One drawback of the technology is the medical identifiers are not encrypted and therefore their information could be intercepted by unauthorized scanners. For example, a scanner at a retail store could note that a customer bought a fountain pen and, on his next visit to the store, alert him via an electronic bulletin board that ink for his pen was on sale.
Halamka acknowledged this could prove troubling to some people.

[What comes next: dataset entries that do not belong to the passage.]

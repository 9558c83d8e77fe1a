"""Champions, issued forecasts, outcomes and monitoring as plain text for the terminal."""

from __future__ import annotations

from collections.abc import Iterable, Iterator, Sequence

from service.http.schemas.forecasts import ForecastOut, OutcomeSetOut
from service.http.schemas.monitoring import FlagOut, MonitoringOut
from service.usecases.champions import ChampionChoice, Suggestion


def champion_lines(choices: Iterable[ChampionChoice]) -> Iterator[str]:
    """One line per choice: when, who, which candidate, which run, why."""
    for c in choices:
        run = f"run {c.run_id}" if c.run_id is not None else "no run"
        yield (f"{c.chosen_at:%Y-%m-%d %H:%M}Z  {c.series_key}  {c.candidate_id}  ({run}, "
               f"chosen by {c.chosen_by}): {c.reason}")


def suggestion_lines(found: Iterable[Suggestion]) -> Iterator[str]:
    """One line per series: the suggested candidate and the current champion."""
    for s in found:
        score = "-" if s.score is None else f"{s.score:.3f}"
        now = s.current_champion or "none"
        yield (f"{s.series_key}  {s.candidate_id}  {s.candidate}  (rank {s.rank}, score "
               f"{score}, by {s.basis}; champion now: {now})")


def forecast_lines(out: ForecastOut) -> Iterator[str]:
    """A header line, then one line per step with its interval bounds."""
    yield (f"forecast {out.id}: {out.series_key} v{out.series_version} by {out.candidate} "
           f"({out.candidate_id}), from {out.origin}, issued {out.issued_at:%Y-%m-%d %H:%M}Z "
           f"by {out.issued_by}")
    for step in out.steps:
        bounds = "  ".join(f"{lv}%: {_num(step.lower[str(lv)])} .. {_num(step.upper[str(lv)])}"
                           for lv in out.levels)
        yield f"  h={step.horizon:<3} {step.period}  {_num(step.point)}  {bounds}"


def outcome_lines(sets: Sequence[OutcomeSetOut]) -> Iterator[str]:
    """Per set: the version it was scored against, then one line per step."""
    if not sets:
        yield "no outcomes yet: no target period has an actual"
    for found in sets:
        mark = " (current)" if found.current else ""
        yield f"against version {found.series_version}{mark}, scored " \
              f"{found.scored_at:%Y-%m-%d %H:%M}Z"
        for o in found.outcomes:
            hits = " ".join(f"{lv}%:{'in' if hit else 'OUT'}" for lv, hit in o.hits.items())
            yield (f"  h={o.horizon:<3} {o.period}  actual {_num(o.actual)}  forecast "
                   f"{_num(o.point)}  error {_num(o.error)}  scaled {_num(o.scaled_error)}  "
                   f"{hits}")


def monitoring_lines(out: MonitoringOut) -> Iterator[str]:
    """The candidate, its realised accuracy beside the expectation, and its flags."""
    role = "champion" if out.is_champion else "candidate"
    yield f"{out.series_key}: {role} {out.candidate_id}, {out.forecasts} issued forecast(s)"
    if out.expectation is not None:
        expected = ", ".join(f"h{h} {_num(v)}" for h, v in out.expectation.mase_by_horizon.items())
        yield f"  backtest (run {out.expectation.run_id}) MASE by horizon: {expected}"
    for point in out.realised:
        cover = " ".join(f"{lv}%:{_num(v, 2)}" for lv, v in point.coverage.items())
        yield (f"  {point.period}  {point.count} outcome(s)  MASE {_num(point.mase)}  "
               f"coverage {cover}")
    yield from flag_lines(out.flags)


def flag_lines(flags: Iterable[FlagOut]) -> Iterator[str]:
    """One line per rule: its state (RAISED, clear, not enough data), and why."""
    for flag in flags:
        level = f" {flag.level}%" if flag.level is not None else ""
        yield f"  {flag_state(flag.state, flag.outcomes, flag.needed)}  {flag.rule}{level}: " \
              f"{flag.detail}"


def flag_state(state: str, outcomes: int, needed: int) -> str:
    """A flag's state in words: ``RAISED``, ``clear``, or ``not enough data (3 of 12)``
    (one-step outcomes had of those needed)."""
    if state == "raised":
        return "RAISED"
    if state == "clear":
        return "clear"
    return "not enough data" + (f" ({outcomes} of {needed})" if outcomes < needed else "")


def _num(value: float | None, digits: int = 3) -> str:
    return "-" if value is None else f"{value:.{digits}f}"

"To me, privacy is a function of an individual's right to confidentiality," Halamka said. "Some people may not want it disclosed that they were at a certain location or bought a certain product."
Bill Scannell, a privacy activist in Washington, compared medical identifier-containing RFID chips to the tattooing of Holocaust victims at concentration camps.
"I think the early to mid-part of the 20th century showed us that giving people numbers and attaching them to their bodies ... is kind of a bad idea," Scannell told UPI.
He said although he respects the right of individuals to accept RFID chips if they choose, he is concerned about the possibility of mandatory RFID implantation in the future.
"The information that is on that chip is freely available to anyone," Scannell said. "It's like playing Marco Polo in the pool. ... You can have information taken from you without your knowledge."
Others question the necessity of the chips.
"I am not a huge fan of RFID tags inside humans except in extreme scenarios like in defense or in hospitals," Sarma wrote. "Even in those cases, a bracelet might do the trick. I say this not because of any ill effects of RFID tags, but simply because there might be simpler, non-invasive ways to do this. For example, a dog tag or tattooed social security number provide similar benefits."
Halamka acknowledged that RFID chips may not be for everyone, due to individual philosophical and ethical choices, but he said there are numerous uses for the chips. He said that as an emergency-medicine resident, caring for patients who were unable to communicate and carried no identification was a difficult, anxiety-inducing experience.
RFID chips would relieve doctors of having to spend hours searching for the identities of unknown patients and the confusion over unknown patients' treatment preferences, he said. This would make RFID chips ideal for people who engage in extreme sports and do not carry their wallets, or for people with medical conditions that make them unable to communicate - although Halamka said the latter situation poses ethical dilemmas involving the issue of patient consent.
RFID chips can help doctors avoid errors with medications and medical procedures - currently a major problem in hospitals.
"There's an opportunity for us to close the loop and really reduce errors," Halamka said. For instance, RFID chips could determine whether penicillin-containing medications were in the same room as a penicillin-allergic patient and alert medical staff to the problem.
"The advantage is knowing who people are and knowing where they are and making good decisions based on that," Halamka said.